No One May Discuss This

One of the things discussed in the article cited immediately below was the firing of the Google employee who wrote a memo critical of diversity efforts at Google. Software engineers trending young, he may well have been too young to remember that it cost the President of Harvard his job to raise the same sort of issues even as a theoretical possibility he expressed that he hoped was not the case.

A recent alumnus of Google writes that this sort of thinking has no place in any organization except for purpose-defined hate groups.
What you just did was incredibly stupid and harmful. You just put out a manifesto inside the company arguing that some large fraction of your colleagues are at root not good enough to do their jobs, and that they’re only being kept in their jobs because of some political ideas. And worse than simply thinking these things or saying them in private, you’ve said them in a way that’s tried to legitimize this kind of thing across the company, causing other people to get up and say “wait, is that right?”...

Do you understand that at this point, I could not in good conscience assign anyone to work with you? I certainly couldn’t assign any women to deal with this, a good number of the people you might have to work with may simply punch you in the face, and even if there were a group of like-minded individuals I could put you with, nobody would be able to collaborate with them. You have just created a textbook hostile workplace environment.... Not all ideas are the same, and not all conversations about ideas even have basic legitimacy.

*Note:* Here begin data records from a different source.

#!/usr/bin/env bash
# Exits non-zero when a C++ file under src/, include/, tests/, bench/ or python/ is not formatted
# as .clang-format says; names each such file. Run from anywhere inside the repository.
# CLANG_FORMAT overrides the program (default: clang-format, installed by scripts/bootstrap).
set -euo pipefail
cd "$(git rev-parse --show-toplevel)"
clang_format=${CLANG_FORMAT:-clang-format}
if ! command -v "$clang_format" > /dev/null; then
  echo "check_format: $clang_format not found (scripts/bootstrap installs it)" >&2
  exit 2
fi
status=0
while IFS= read -r -d '' file; do
  if ! "$clang_format" --style=file --dry-run --Werror "$file" > /dev/null 2>&1; then
    echo "not formatted: $file (clang-format -i $file)"
    status=1
  fi
done < <(git ls-files -z -- 'src/*' 'include/*' 'tests/*' 'bench/*' 'python/*' |
         grep -zE '\.(cpp|hpp|cc|h)$')
exit $status
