def _land_cover_quality(da: xr.DataArray, table: dict, source_name: str, table_name: str) -> xr.DataArray:
    """Map land-cover codes to habitat quality; unknown codes are an error naming them and the table."""
    nodata = _nodata_mask(da)
    codes_da = da.where(~nodata)
    values = codes_da.data
    if hasattr(values, "dask"):
        import dask.array

        present = np.asarray(dask.array.unique(values[~dask.array.isnan(values)]).compute())
    else:
        values = np.asarray(values)
        present = np.unique(values[np.isfinite(values)])
    if present.size and not np.all(np.mod(present, 1) == 0):
        bad = present[np.mod(present, 1) != 0][:5]
        raise InputError(f"{source_name}: land cover holds non-integer values {bad.tolist()}; "
                         f"expected integer class codes")
    unknown = sorted(int(c) for c in present if int(c) not in table)
    if unknown:
        shown = ", ".join(str(c) for c in unknown[:10]) + (" ..." if len(unknown) > 10 else "")
        raise InputError(f"{source_name}: class code(s) {shown} found in the land cover are not in the "
                         f"class table {table_name} (it lists {', '.join(str(c) for c in sorted(table))})")
    codes = np.array(sorted(table), dtype=np.int64)
    quality = np.array([table[c] for c in codes], dtype=np.float64)
    out = xr.apply_ufunc(_codes_to_quality, codes_da, kwargs={"codes": codes, "quality": quality},
                         dask="parallelized", output_dtypes=[np.float32])
    return out.rio.write_crs(da.rio.crs).rio.write_transform(da.rio.transform())


def _checked_fraction(da: xr.DataArray, source_name: str) -> xr.DataArray:
    """A habitat-availability layer as float32 NaN-for-nodata, refusing values outside 0–1."""
    nodata = _nodata_mask(da)
    values = da.astype(np.float32).where(~nodata)
    outside = (values < -_RANGE_SLACK) | (values > 1 + _RANGE_SLACK)
    n_out, lo, hi = _compute(outside.sum(), values.min(), values.max())
    if int(n_out):
        hint = " (integer codes? pass the class table with classes=...)" if da.dtype.kind in "iu" else ""
        raise InputError(f"{source_name}: {int(n_out)} habitat value(s) outside 0–1 (found {float(lo):g} to "
                         f"{float(hi):g}); expected the usable fraction of each cell, 0–1{hint}")
    return values.clip(0.0, 1.0)


def _finer_window(fine: xr.DataArray, ref: xr.DataArray):
    """If ``fine`` is an integer factor finer than ``ref``, same CRS and edges aligned, return
    (row0, col0, factor_y, factor_x); else None. Raises if aligned but not covering ``ref``."""
    if fine.rio.crs != ref.rio.crs:
        return None
    ft, rt = fine.rio.transform(), ref.rio.transform()
    if ft.b or ft.d or rt.b or rt.d:
        return None
    fx, fy = rt.a / ft.a, rt.e / ft.e
    if fx <= 0 or fy <= 0:
        return None
    factor_x, factor_y = round(fx), round(fy)
    if (factor_x < 1 or factor_y < 1 or (factor_x == 1 and factor_y == 1)
            or abs(fx - factor_x) > _GRID_TOL * fx or abs(fy - factor_y) > _GRID_TOL * fy):
        return None
    col0, row0 = (rt.c - ft.c) / ft.a, (rt.f - ft.f) / ft.e
    if abs(col0 - round(col0)) > 1e-4 or abs(row0 - round(row0)) > 1e-4:
        return None
    col0, row0 = int(round(col0)), int(round(row0))
    height, width = ref.sizes["y"], ref.sizes["x"]
    if col0 < 0 or row0 < 0 or col0 + factor_x * width > fine.sizes["x"] or row0 + factor_y * height > fine.sizes["y"]:
        fb, rb = fine.rio.bounds(), ref.rio.bounds()
        raise GridMismatchError(
            f"habitat grid is {factor_x}x{factor_y} finer but does not cover the climate grid "
            f"(habitat bounds {tuple(round(v, 6) for v in fb)}, climate bounds {tuple(round(v, 6) for v in rb)}); "
            f"pass align=True to resample it")
    return row0, col0, factor_y, factor_x


def _block_multiple(size: int, factor: int) -> int:
    return max(factor, int(round(size / factor)) * factor)


def _aggregate(fine: xr.DataArray, ref: xr.DataArray, window) -> xr.DataArray:
    """Area-weighted mean of each block of fine cells onto ``ref`` (NaN fine cells carry no weight)."""
    from envelope.grids import cell_area_km2

    row0, col0, factor_y, factor_x = window
    fine = fine.isel(y=slice(row0, row0 + factor_y * ref.sizes["y"]),
                     x=slice(col0, col0 + factor_x * ref.sizes["x"]))
    # True fine-cell areas: on geographic grids they shrink poleward within one coarse cell,
    # so a plain mean would over-weight the poleward fine rows.
    area = cell_area_km2(fine).transpose("y", "x").astype(np.float64)
    area = xr.DataArray(area.data, dims=("y", "x"), coords={"y": fine["y"].values, "x": fine["x"].values})
    fine = xr.DataArray(fine.data, dims=("y", "x"), coords={"y": fine["y"].values, "x": fine["x"].values})
    if fine.chunks is not None:
        # chunk edges on block edges, so each output chunk comes from whole input chunks
        # (otherwise dask's coarsen falls back to one-cell output chunks)
        fine = fine.chunk({dim: _block_multiple(fine.chunks[axis][0], factor)
                           for axis, (dim, factor) in enumerate((("y", factor_y), ("x", factor_x)))})
    area = area.chunk(fine.chunksizes) if fine.chunks is not None else area
    valid = fine.notnull()
    numerator = (fine.fillna(0.0).astype(np.float64) * area).coarsen(y=factor_y, x=factor_x).sum()
    denominator = area.where(valid, 0.0).coarsen(y=factor_y, x=factor_x).sum()
    mean = (numerator / denominator.where(denominator > 0)).clip(0.0, 1.0)
    return xr.DataArray(mean.data, dims=("y", "x"), coords={"y": ref["y"].values, "x": ref["x"].values})


def _on_grid(da: xr.DataArray, ref: xr.DataArray) -> xr.DataArray:
    out = xr.DataArray(da.data, dims=("y", "x"), coords={"y": ref["y"].values, "x": ref["x"].values},
                       name="habitat")
    return out.rio.write_crs(ref.rio.crs).rio.write_transform(ref.rio.transform())


# --------------------------------------------------------------------------- load_habitat


def habitat_on_grid(layer, grid, *, classes=None, align=False, nodata_as=0.0, name=None,
                    class_table_name=None) -> xr.DataArray:
    """Habitat availability (fraction of each cell usable, 0–1) on the climate grid.

    ``layer`` is either a habitat-availability layer (fraction 0–1) or, with ``classes``, a
    categorical land-cover layer whose codes the class table maps to habitat quality 0–1.
    (:func:`envelope.pipelines.inputs.load_habitat` opens the files and calls this.)
    The result is on ``grid``:

    - same grid (CRS, transform, shape): passed through;
    - a finer grid, same CRS, resolution an integer factor finer and cell edges on the climate
      grid's edges: the area-weighted mean of the fine cells in each climate cell, weights the
      fine cells' true areas (``envelope.grids.cell_area_km2``: ellipsoidal on geographic
      grids, so it is the plain mean on an equal-area grid). Land cover is mapped to quality
      first, then averaged;
    - anything else (coarser, misaligned, another CRS): `GridMismatchError` unless
      ``align=True``, which resamples with ``envelope.grids.align_to`` (average resampling).

    Nodata: NaN cells of a fraction raster and nodata cells of a land cover (its declared
    nodata, e.g. 0) become ``nodata_as`` (default 0 = no habitat) *before* aggregation, so a
    climate cell half sea, half perfect habitat gets 0.5. With ``nodata_as=nan`` nodata cells
    carry no weight instead and a climate cell with no valid fine cell is NaN.

    Parameters
    ----------
    layer : DataArray (y, x)
        Habitat layer with a CRS.
    grid : DataArray (variable, y, x) or (y, x)
        The climate stack, or any layer defining the target grid.
    classes : dict of int -> float, optional
        Class code to habitat quality (``envelope.io.tables.read_class_table``); makes ``layer`` land cover.
    name, class_table_name : str, optional
        How error messages and ``attrs`` name the layer (default its ``name``) and the class table.
    align : bool, default=False
        Resample a grid that does not match and is not an aligned finer grid.
    nodata_as : float, default=0.0
        Value for nodata cells, in 0–1, or NaN.

    Returns
    -------
    DataArray (y, x) float32, named "habitat", values in [0, 1] (NaN only if ``nodata_as`` is
    NaN), on the climate grid with its CRS; dask-backed if the input is. ``attrs`` record the
    source and the method used.

    Raises
    ------
    InputError
        Values outside 0–1, unknown class codes, a bad class table, a bad ``nodata_as``.
    GridMismatchError
        The habitat grid neither matches nor is an aligned finer grid, and ``align`` is False.

    References
    ----------
    Area-weighted aggregation with ellipsoidal cell areas: see ``docs/habitat.md``.
    """
    nodata_as = float(nodata_as)
    if not (math.isnan(nodata_as) or 0.0 <= nodata_as <= 1.0):
        raise InputError(f"nodata_as: expected a value in 0–1 or NaN, got {nodata_as:g}")
    from envelope.grids import align_to, check_same_grid

    source_name = name or _name(layer)
    ref = _reference_layer(grid)
    src = _checked_layer(layer, source_name)
    if classes is not None:
        values = _land_cover_quality(src, classes, source_name, class_table_name or "given")
    else:
        values = _checked_fraction(src, source_name)
    if not math.isnan(nodata_as):
        values = values.fillna(nodata_as)
    values = values.rio.write_crs(src.rio.crs).rio.write_transform(src.rio.transform())

    try:
        check_same_grid(ref, src, ref_name="climate grid", other_name=source_name)
        method = "same grid"
        result = _on_grid(values, ref)
    except GridMismatchError as mismatch:
        window = _finer_window(src, ref)
        if window is not None:
            method = f"area-weighted mean of {window[3]}x{window[2]} finer cells"
            result = _on_grid(_aggregate(values, ref, window), ref)
        elif align:
            method = "aligned (average resampling)"
            result = _on_grid(align_to(values, ref, resampling="average"), ref)
        else:
            raise GridMismatchError(f"{mismatch}; a habitat map must be on the climate grid or an aligned "
                                    f"integer-factor finer grid; pass align=True to resample it") from None
    result = result.clip(0.0, 1.0).astype(np.float32)
    result.attrs = {"source": source_name, "method": method,
                    "nodata_as": "nan" if math.isnan(nodata_as) else f"{nodata_as:g}",
                    "meaning": "habitat availability: usable fraction of each cell, 0-1"}
    if classes is not None:
        result.attrs["class_table"] = str(class_table_name or "given")
    result.name = "habitat"
    return result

If you feel isolated by this, that your views are basically unwelcome in tech and can’t be spoken about… well, that’s a fair point. These views are fundamentally corrosive to any organization they show up in, drive people out, and I can’t think of any organization not specifically dedicated to those views that they would be welcome in. I’m afraid that’s likely to remain a serious problem for you for a long time to come.
I notice that this last author opens by asserting that the views expressed are wrong, but declines to defend the proposition that they are: that belongs, he says, to someone with a different set of credentials than his own. What credentials would those be, I wonder? It sounds as if this proposition can only be studied from the perspective of disproving it, as it would be "fundamentally corrosive" to any organization to entertain them, such that any organization devoted to serious study would have to reject them outright. Certainly Harvard did.

The views expressed may well be wrong; perhaps it is even very likely that they are wrong. All the same, how much value should we put in the claim that 'all the studies' show X if not-X is a forbidden position that will cost you your career to entertain? Of course all the studies conducted by programs that refuse to consider the possibility of not-X support X. Of course all the people credentialed by programs that insist on X as a prerequisite for remaining in the program will assert X. That's not a significant finding in support of X being really true. Nor does the credential you get from this program, in which the hypothesis is required to be proven by the experiment, likely to inspire much confidence.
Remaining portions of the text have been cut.